Quanto tempo tardará até ficarmos desapontados com o líder A? [...]


O tema parece algo familiar, não?
Qual será? As eleições .... na Alemanha!
Traduzido livremente do International Herald Tribune de 16.09 que, por sua vez, cita Sven Hillenkamp do Die Zeit.

O resultado só não foi tão claro por défice de carácter/carisma do líder A, Angela Merkel, e excesso dos mesmos do líder B, Schroeder. Está bom de ver que o C é H. Kohl e o D é H. Schmidt.

Acho que por cá já vimos algo muito parecido, não? Como anda semelhante a democracia no mundo...

18 setembro 2005

Cabedelo do meu tempo



Atravessada na foz, uma língua de areia. Duna frágil e instável. Desafia a corrente do rio, sustendo o ímpeto das vagas. Possivelmente que, se um deles falhasse, não sobreviveria e de resistir desistiria.

Muralha frágil. Água doce, água salgada. Ilógico recorte. Mas que está.
Assim como eu estou, moído de pancada, entre a corrente do meu tempo, inexorável a desaguar, e o vaivém dos dias que me bate na cara.

O rio constante marcando a irreversibilidade do fim e o mar cíclico de ondas e marés recomeçadas.

Cabedelo do meu tempo, heroísmo angustiado de aguentar e de poder escolher para que lado me afogar.

Ou ficar por enquanto só, parado, isolado, na imensidão dos dois lados.
Entre o fim de um curso e o instintivo refazer das vagas

16 setembro 2005

Há quem se preocupe comigo!

Passou-me recentemente pelas mãos o resultado de um inquérito mundial, realizado no final de 2004 por um fórum da indústria e distribuição de bens alimentares. O organismo chama-se CIES e o inquérito abrangeu 65 países. Solicitava-se a responsáveis do sector que, de uma lista de 13 pontos, hierarquizassem os que considerassem mais importantes para o ano seguinte.

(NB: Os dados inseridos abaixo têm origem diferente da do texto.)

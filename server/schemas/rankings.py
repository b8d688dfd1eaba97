"""Request/response models for rankings."""

from __future__ import annotations

from datetime import datetime

from pydantic import BaseModel, ConfigDict, Field

from server.schemas._fields import ranged
from server.schemas.evaluation import RankedCandidate, Result
from server.selection.result import Objective


class RankingCreate(BaseModel):
    model_config = ConfigDict(extra="forbid")

    mission_id: ranged(int, 1, 2**63 - 1, "")  # type: ignore[valid-type]
    objective: Objective = "cruise_power"
    top_n: ranged(int, 1, 500, "candidates", description="Candidates refined and stored") = 50  # type: ignore[valid-type]


class RankingStarted(BaseModel):
    id: int
    status: str


class RankingStatus(Result):
    """A ranking job: status, progress, counts per rejection reason and timings."""

    id: int
    status: str = Field(description="queued | running | done | failed | cancelled")
    progress: float = Field(description="0–1")
    mission_id: int | None
    mission_name: str
    objective: str
    top_n: int
    combinations: int | None = Field(default=None, description="Every pack × k × ESC × motor × propeller")
    evaluated: int | None = Field(default=None, description="Combinations whose operating points were solved")
    feasible: int | None = Field(default=None, description="Combinations that pass every limit")
    rejected: dict[str, int] = Field(description="Rejected combinations per reason (first failing reason only)")
    engine_version: str
    elapsed_s: float | None = None
    timings: dict[str, float] = Field(default_factory=dict)
    error: str | None = None
    created_at: datetime
    finished_at: datetime | None = None


class RankingResultsPage(Result):
    """One page of ranked candidates."""

    items: list[RankedCandidate]
    total: int
    page: int
    page_size: int


class ParetoSet(Result):
    """The non-dominated candidates over endurance, thrust-to-weight, all-up mass and cost."""

    items: list[RankedCandidate]
    total: int
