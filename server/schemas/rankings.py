"""Request/response models for rankings."""

from __future__ import annotations

from datetime import datetime

from pydantic import BaseModel, ConfigDict, Field

from server.schemas._fields import ranged
from server.schemas.evaluation import (
    FlightStateRead,
    Margins,
    ProfileRead,
    RankedCandidate,
    RankedCruise,
    RankedFullThrottle,
    Result,
    RowAssumptions,
)
from server.selection.result import Objective


class RankingCreate(BaseModel):
    model_config = ConfigDict(extra="forbid")

    mission_id: ranged(int, 1, 2**63 - 1, "")  # type: ignore[valid-type]
    objective: Objective = "cruise_power"
    top_n: ranged(int, 1, 500, "candidates", description="Candidates refined and stored") = 50  # type: ignore[valid-type]


class RankingStarted(BaseModel):
    id: int
    status: str


class RankingStatus(Result):
    """A ranking job: status, progress, counts per rejection reason and timings."""

    id: int
    status: str = Field(description="queued | running | done | failed | cancelled")
    progress: float = Field(description="0–1")
    mission_id: int | None
    mission_name: str
    objective: str
    top_n: int
    combinations: int | None = Field(default=None, description="Every pack × k × ESC × motor × propeller")
    evaluated: int | None = Field(default=None, description="Combinations whose operating points were solved")
    feasible: int | None = Field(default=None, description="Combinations that pass every limit")
    rejected: dict[str, int] = Field(description="Rejected combinations per reason (first failing reason only)")
    rejected_examples: dict[str, list[CandidateKey]] = Field(
        default_factory=dict, description="Per reason, the first few rejected combinations in part-id order "
                                          "(explain them with POST /api/v1/explain)")
    engine_version: str
    elapsed_s: float | None = None
    timings: dict[str, float] = Field(default_factory=dict)
    error: str | None = None
    created_at: datetime
    finished_at: datetime | None = None


class RankingResultsPage(Result):
    """One page of ranked candidates."""

    items: list[RankedCandidate]
    total: int
    page: int
    page_size: int


class ParetoSet(Result):
    """The non-dominated candidates over endurance, thrust-to-weight, all-up mass and cost."""

    items: list[RankedCandidate]
    total: int


class CandidateKey(Result):
    """One power system by its parts."""

    battery_id: int
    esc_id: int
    motor_id: int
    propeller_id: int
    packs_in_parallel: int = 1


class ExplainRequest(BaseModel):
    """A power system and the mission (or the ranking, whose stored library is then used) to explain it for."""

    model_config = ConfigDict(extra="forbid")

    mission_id: ranged(int, 1, 2**63 - 1, "") | None = None  # type: ignore[valid-type]
    ranking_id: ranged(int, 1, 2**63 - 1, "", description="Use this ranking's library as it ran") | None = None  # type: ignore[valid-type]  # noqa: E501
    battery_id: ranged(int, 1, 2**63 - 1, "")  # type: ignore[valid-type]
    esc_id: ranged(int, 1, 2**63 - 1, "")  # type: ignore[valid-type]
    motor_id: ranged(int, 1, 2**63 - 1, "")  # type: ignore[valid-type]
    propeller_id: ranged(int, 1, 2**63 - 1, "")  # type: ignore[valid-type]
    packs_in_parallel: ranged(int, 1, 8, "packs") = 1  # type: ignore[valid-type]


class CheckRead(Result):
    """One rejection reason for the candidate, with the number it was decided on."""

    reason: str = Field(description="The ranking's reason key (same keys and order as its rejected counts)")
    passed: bool | None = Field(description="None: not evaluated (an earlier check lacks the data it needs)")
    value: float | None = None
    limit: float | list[float] | None = Field(default=None, description="A number, or [low, high] for a band")
    unit: str = ""
    margin: float | None = Field(default=None, description="How far inside the limit (negative: outside)")
    text: str = ""
    detail: str = ""


class Explanation(Result):
    """Why this verdict: every check in the ranking's order, the first that failed, and the numbers."""

    mission_id: int | None
    ranking_id: int | None = None
    battery_id: int
    esc_id: int
    motor_id: int
    propeller_id: int
    packs_in_parallel: int
    feasible: bool
    first_failed: str | None
    checks: list[CheckRead]
    cruise: RankedCruise | None = None
    full_throttle: RankedFullThrottle | None = None
    endurance_min: float | None = None
    all_up_mass_g: float | None = None
    cost: float | None = None
    margins: Margins | None = None
    profile: ProfileRead | None = Field(default=None, description="The flight profile flown (missions with segments)")
    sources: dict[str, dict[str, str]] = Field(default_factory=dict,
                                               description="Per part kind, parameters not from the part itself")
    notes: list[str] = Field(default_factory=list)
    endurance_min_band: list[float] | None = Field(default=None, description="80 % band of the endurance [min]")
    feasible_share: float | None = Field(
        default=None, description="Share of the uncertainty draws in which the system passes every limit [-]")
    assumed_share: float | None = Field(
        default=None, description="Width of the cruise-power band with only priors varied ÷ its full width [-]")
    assumed: RowAssumptions | None = Field(default=None, description="Parameters resting on priors, per part")
    flight: FlightStateRead | None = Field(default=None, description="Multirotor flight state (forward flight, "
                                                                     "climb, coaxial); null for a plain hover")
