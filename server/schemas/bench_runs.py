"""Request models for bench runs and calibrations."""

from __future__ import annotations

from typing import TYPE_CHECKING, TypeAlias

from pydantic import BaseModel, ConfigDict, model_validator

from server.schemas._fields import ranged, text

if TYPE_CHECKING:  # the pydantic constrained-type pattern: mypy sees the plain type
    Id: TypeAlias = int
else:
    Id = ranged(int, 1, 2**63 - 1, "")


class BenchRunMeta(BaseModel):
    """What was on the stand: three of the team's parts and the supply (a pack or a bench supply voltage)."""

    model_config = ConfigDict(extra="forbid")

    name: text(160) = ""  # type: ignore[valid-type]
    motor_id: Id
    propeller_id: Id
    esc_id: Id
    pack_id: Id | None = None
    supply_voltage_v: ranged(float, 0.5, 200, "V", description="Bench supply voltage") | None = None  # type: ignore[valid-type]
    altitude_m: ranged(float, -500, 11_000, "m") = 0.0  # type: ignore[valid-type]
    air_temperature_c: ranged(float, -60, 60, "°C") | None = None  # type: ignore[valid-type]
    air_pressure_pa: ranged(float, 20_000, 120_000, "Pa") | None = None  # type: ignore[valid-type]
    throttle_offset: ranged(float, -1, 1, "", description="duty = offset + scale × throttle") = 0.0  # type: ignore[valid-type]
    throttle_scale: ranged(float, 0.1, 10, "", description="duty = offset + scale × throttle") = 1.0  # type: ignore[valid-type]
    notes: text(4000) = ""  # type: ignore[valid-type]

    @model_validator(mode="after")
    def _one_supply(self) -> BenchRunMeta:
        if (self.pack_id is None) == (self.supply_voltage_v is None):
            raise ValueError("pack_id: give either pack_id or supply_voltage_v (one of them)")
        return self


class CalibrationSwitch(BaseModel):
    model_config = ConfigDict(extra="forbid")

    active: bool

Houve um tema que, do lado dos fabricantes, saltou espectacularmente do nono lugar em 2004 para o terceiro em 2005. Bastante acima do 12º e penúltimo lugar para o recrutamento e retenção dos seus recursos humanos. Também acima do nono lugar da segurança alimentar e qualidade dos produtos. O que é então esta estrela ascendente? A preocupação com a saúde e a alimentação dos consumidores. De uma forma simplificada, não querem ser responsabilizados por criarem obesos.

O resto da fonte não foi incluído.